The stables were built much higher up than the house, close to the road, but surrounded by trees. I had never been near them before; but now I followed Mona close underneath the walls, where she began dancing about by herself, making hideous grimaces at two windows on the upper story, and throwing up at them little stones and bits of stick that she picked up, all wet and muddy, from the moist earth. I seized and caught her up in my arms so suddenly that for the first few moments she was too much surprised to howl; but I had scarcely turned to take her back to the house when she recovered her powers completely, and made the plantation ring with a most elfish yell. I spoke to her and tried to reason with her, and told her it was all for her good, when one of the upper windows I have mentioned was thrown open, and Mr. Rayner appeared at it.
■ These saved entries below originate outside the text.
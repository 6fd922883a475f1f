import { afterAll, beforeAll, describe, expect, test } from 'vitest';
import { DEMO_PROPERTIES } from '../../seeds/data/demo-accounts';
import { testDb } from '../helpers/db';
import { HttpClient, signedInAs } from '../helpers/http';
import { call, removeJobs } from '../helpers/jobs';
import {
	commentOn,
	newJurisdictionWithInspector,
	removeJurisdiction,
	submittedJob,
} from '../helpers/workflow';

const db = testDb();
type Staff = Awaited<ReturnType<typeof newJurisdictionWithInspector>>;
let staff: Staff;
let owner: HttpClient;
let homeowner: HttpClient;
let homeowner2: HttpClient;
let admin: HttpClient;
let propertyId: string;
let approved: { id: string; name: string };
let inReview: { id: string; name: string };
let commentId: string;
let inspectionId: string;
let itemId: string;
let requestedId: string;
const created: string[] = [];

const inDays = (n: number) => new Date(Date.now() + n * 86_400_000).toISOString().slice(0, 10);

beforeAll(async () => {
	[owner, homeowner, homeowner2, admin] = await Promise.all([
		signedInAs('owner'),
		signedInAs('homeowner'),
		signedInAs('homeowner2'),
		signedInAs('admin'),
	]);
	staff = await newJurisdictionWithInspector(db);
	await db('jurisdictions').where({ id: staff.jurisdictionId }).update({
		fee_base_cents: 5_000,
		fee_per_circuit_cents: 1_000,
		fee_per_panel_cents: 2_000,
		fee_service_change_cents: 10_000,
	});
	approved = await submittedJob(db, owner, staff.jurisdictionId, {
		status: 'rough-in-failed',
		address: DEMO_PROPERTIES.penhallow,
	});
	inReview = await submittedJob(db, owner, staff.jurisdictionId, {
		status: 'submitted',
		address: DEMO_PROPERTIES.penhallow,
	});
	const started = await call(staff.client, 'POST', `/api/jobs/${inReview.id}/transitions`, {
		action: 'start-review',
	});
	if (started.status !== 200) throw new Error(`start-review failed: ${started.status}`);
	created.push(approved.id, inReview.id);
	await db('jobs').where({ id: approved.id }).update({ permit_number: 'BV-2026-00077' });
	propertyId = (await db('jobs').where({ id: approved.id }).first('property_id')).property_id;
	commentId = (await commentOn(staff.client, inReview.id, { body: 'Label the garage subpanel feeder.' })).id;
	// An inspection that failed, with an open correction item, as the inspector would have recorded it.
	const [insp] = await db('inspections')
		.insert({
			job_id: approved.id,
			kind: 'rough-in',
			status: 'failed',
			preferred_dates: JSON.stringify([inDays(3)]),
			scheduled_for: inDays(3),
			result_notes: 'Box fill over the limit in the hall.',
			recorded_by: staff.userId,
			recorded_at: new Date(),
		})
		.returning('id');
	inspectionId = insp.id;
	const [item] = await db('inspection_items')
		.insert({
			inspection_id: inspectionId,
			job_id: approved.id,
			body: 'Replace the hall box with a deeper one.',
		})
		.returning('id');
	itemId = item.id;
	const [requested] = await db('inspections')
		.insert({
			job_id: approved.id,
			kind: 'final',
			status: 'requested',
			preferred_dates: JSON.stringify([inDays(4)]),
		})
		.returning('id');
	requestedId = requested.id;
});

afterAll(async () => {
	await removeJobs(db, created);
	await removeJurisdiction(db, staff);
	await db.destroy();
});

describe('the homeowner’s home page', () => {
	test('shows each job’s permit status and permit number', async () => {
		const res = await homeowner.fetch(`/homeowner/homes/${propertyId}`);
		expect(res.status).toBe(200);
		const html = await res.text();
		expect(html).toContain('Permits and inspections');
		expect(html).toContain('Rough-in failed');
		expect(html).toContain('BV-2026-00077');
		expect(html).toContain('In plan review');
	});

	test('reads the inspection results of a job at the home', async () => {
		const res = await call(homeowner, 'GET', `/api/jobs/${approved.id}/inspections`);
		expect(res.status).toBe(200);
		expect(res.body.inspections[0]).toMatchObject({ kind: 'rough-in', status: 'failed' });
		expect(JSON.stringify(res.body.inspections[0])).toContain('Box fill over the limit in the hall.');
	});

	test.each([
		['another homeowner', () => homeowner2, 404],
		['a contractor', () => owner, 403],
		['an inspector', () => staff.client, 403],
		['an administrator without a home', () => admin, 403],
	])('answers %s with %i', async (_who, client, status) => {
		expect((await client().fetch(`/homeowner/homes/${propertyId}`)).status).toBe(status);
	});

	test('sends a signed-out visitor to sign in', async () => {
		const res = await new HttpClient().fetch(`/homeowner/homes/${propertyId}`);
		expect(res.status).toBe(302);
	});
});

describe('the administrator’s list of every job', () => {
	test('lists jobs of every firm with firm, jurisdiction, status and revision', async () => {
		const res = await admin.fetch('/admin/jobs?status=rough-in-failed');
		expect(res.status).toBe(200);
		const html = await res.text();
		expect(html).toContain(approved.name);
		const jurisdiction = await db('jurisdictions').where({ id: staff.jurisdictionId }).first('name');
		expect(html).toContain(jurisdiction.name);
		expect(html).toContain('Rough-in failed');
		expect(html).toContain('BV-2026-00077');
		expect(html).not.toContain(inReview.name);
	});

	test('filters by status', async () => {
		const html = await (await admin.fetch('/admin/jobs?status=in-review')).text();
		expect(html).toContain(inReview.name);
		expect(html).not.toContain(approved.name);
	});

	test.each([
		['a contractor', () => owner, 403],
		['a homeowner', () => homeowner, 403],
		['an inspector', () => staff.client, 403],
	])('answers %s with %i', async (_who, client, status) => {
		expect((await client().fetch('/admin/jobs')).status).toBe(status);
		expect((await client().fetch(`/admin/jobs/${approved.id}`)).status).toBe(status);
	});

	test('sends a signed-out visitor to sign in', async () => {
		expect((await new HttpClient().fetch('/admin/jobs')).status).toBe(302);
	});
});

describe('the administrator’s read-only job page', () => {
	test('shows the details, the status, the submitted revisions with their packets', async () => {
		const res = await admin.fetch(`/admin/jobs/${approved.id}`);
		expect(res.status).toBe(200);
		const html = await res.text();
		expect(html).toContain('Rough-in failed');
		expect(html).toContain('BV-2026-00077');
		expect(html).toContain(`/api/jobs/${approved.id}/revisions/1/packet.pdf`);
		expect(html).not.toMatch(/<form[^>]*method="post"/i);
	});

	test('itemises the permit fee by the jurisdiction’s schedule', async () => {
		const html = await (await admin.fetch(`/admin/jobs/${approved.id}`)).text();
		const fee = html.slice(html.indexOf('data-testid="admin-job-fee"'));
		// Hand: 50.00 + 2 new circuits × 10.00 + 1 panel × 20.00 + service change 100.00 = 190.00.
		expect(fee).toMatch(/2 × \$10\.00/);
		expect(fee).toMatch(/Total[\s\S]*\$190\.00/);
	});

	test('shows the status moves as a timeline', async () => {
		const html = await (await admin.fetch(`/admin/jobs/${inReview.id}`)).text();
		expect(html).toContain('data-testid="timeline"');
		expect(html).toContain('In plan review');
		expect(html).toContain(staff.name);
	});

	test('lists the review comments read-only', async () => {
		const html = await (await admin.fetch(`/admin/jobs/${inReview.id}`)).text();
		expect(html).toMatch(
			/#1<\/strong>[\s\S]*Whole job[\s\S]*<strong>Open<\/strong>[\s\S]*Label the garage subpanel feeder\./,
		);
	});

	test('opens the stored packet of a revision', async () => {
		const res = await admin.fetch(`/api/jobs/${approved.id}/revisions/1/packet.pdf`);
		expect(res.status).toBe(200);
		expect(res.headers.get('content-type')).toContain('application/pdf');
	});

	test('answers 404 for a job that does not exist', async () => {
		expect((await admin.fetch(`/admin/jobs/${crypto.randomUUID()}`)).status).toBe(404);
		expect((await admin.fetch('/admin/jobs/not-a-job')).status).toBe(404);
	});
});

describe('the administrator changes nothing in the workflow', () => {
	/** Every workflow table and the two jobs' status, to prove a refused write changed nothing. */
	async function snapshot() {
		const counts: Record<string, number> = {};
		for (const t of [
			'job_revisions',
			'review_comments',
			'review_comment_entries',
			'inspections',
			'inspection_items',
			'inspection_photos',
			'audit_log',
			'permit_counters',
		])
			counts[t] = Number((await db(t).count({ n: '*' }))[0]!.n);
		const jobs = await db('jobs')
			.whereIn('id', [approved.id, inReview.id])
			.orderBy('id')
			.select('id', 'status', 'permit_number', 'current_revision', 'assigned_inspector_id', 'version');
		const items = await db('inspection_items').where({ id: itemId }).select('status', 'answer', 'version');
		const insp = await db('inspections')
			.whereIn('id', [inspectionId, requestedId])
			.orderBy('id')
			.select('status', 'scheduled_for', 'version');
		const comment = await db('review_comments').where({ id: commentId }).select('status', 'version');
		return { counts, jobs, items, insp, comment };
	}

	test.each([
		[
			'submit a revision',
			'POST',
			() => `/api/jobs/${inReview.id}/submissions`,
			{ explanations: [], note: '' },
		],
		['start a review', 'POST', () => `/api/jobs/${inReview.id}/transitions`, { action: 'start-review' }],
		['withdraw a job', 'POST', () => `/api/jobs/${inReview.id}/transitions`, { action: 'withdraw' }],
		['close a job', 'POST', () => `/api/jobs/${approved.id}/transitions`, { action: 'close' }],
		['take a review', 'POST', () => `/api/jobs/${inReview.id}/assign`, {}],
		[
			'write a review comment',
			'POST',
			() => `/api/jobs/${inReview.id}/comments`,
			{ targetKind: 'job', body: 'x' },
		],
		[
			'answer a comment',
			'POST',
			() => `/api/comments/${commentId}/entries`,
			{ action: 'reply', body: 'Done.' },
		],
		['resolve a comment', 'POST', () => `/api/comments/${commentId}/entries`, { action: 'resolved' }],
		['approve a job', 'POST', () => `/api/jobs/${inReview.id}/decision`, { decision: 'approve' }],
		[
			'request corrections',
			'POST',
			() => `/api/jobs/${inReview.id}/decision`,
			{ decision: 'request-corrections' },
		],
		[
			'request an inspection',
			'POST',
			() => `/api/jobs/${approved.id}/inspections`,
			{ kind: 'final', preferredDates: [inDays(5)] },
		],
		['schedule an inspection', 'PATCH', () => `/api/inspections/${requestedId}`, { scheduledFor: inDays(6) }],
		['cancel an inspection request', 'POST', () => `/api/inspections/${requestedId}/cancel`, {}],
		['record a result', 'POST', () => `/api/inspections/${inspectionId}/result`, { result: 'pass' }],
		[
			'answer a correction item',
			'POST',
			() => `/api/inspection-items/${itemId}/answer`,
			{ answer: 'Deeper box set.' },
		],
		[
			'change the job',
			'PATCH',
			() => `/api/jobs/${inReview.id}`,
			{ version: 1, name: 'Renamed by the administrator' },
		],
		['delete the job', 'DELETE', () => `/api/jobs/${inReview.id}`, { version: 1 }],
	])('refuses to %s (403 or 404) and writes nothing', async (_what, method, path, body) => {
		const before = await snapshot();
		const res = await call(admin, method, path(), body);
		expect([403, 404]).toContain(res.status);
		expect(await snapshot()).toEqual(before);
	});

	test('refuses to upload an inspection photo', async () => {
		const before = await snapshot();
		const form = new FormData();
		form.append(
			'photos',
			new Blob([new Uint8Array([0x89, 0x50, 0x4e, 0x47])], { type: 'image/png' }),
			'box.png',
		);
		const res = await admin.fetch(`/api/inspections/${inspectionId}/photos`, { method: 'POST', body: form });
		expect([403, 404]).toContain(res.status);
		expect(await snapshot()).toEqual(before);
	});
});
“Hallo, what is the matter? Kidnapping, Miss Christie?”

“Oh, Mr. Rayner, she will sit in the mud and open her mouth to catch the rain without a hat, and it can’t be good for her!” I said piteously.

“Never mind. It doesn’t seem to hurt her. I believe she is half a frog,” said her father, with less tenderness than he might have shown, I thought.

For the child was not old enough to know that it was wrong to dislike her father, while he was quite old enough to know that it was wrong not to be fonder of his child.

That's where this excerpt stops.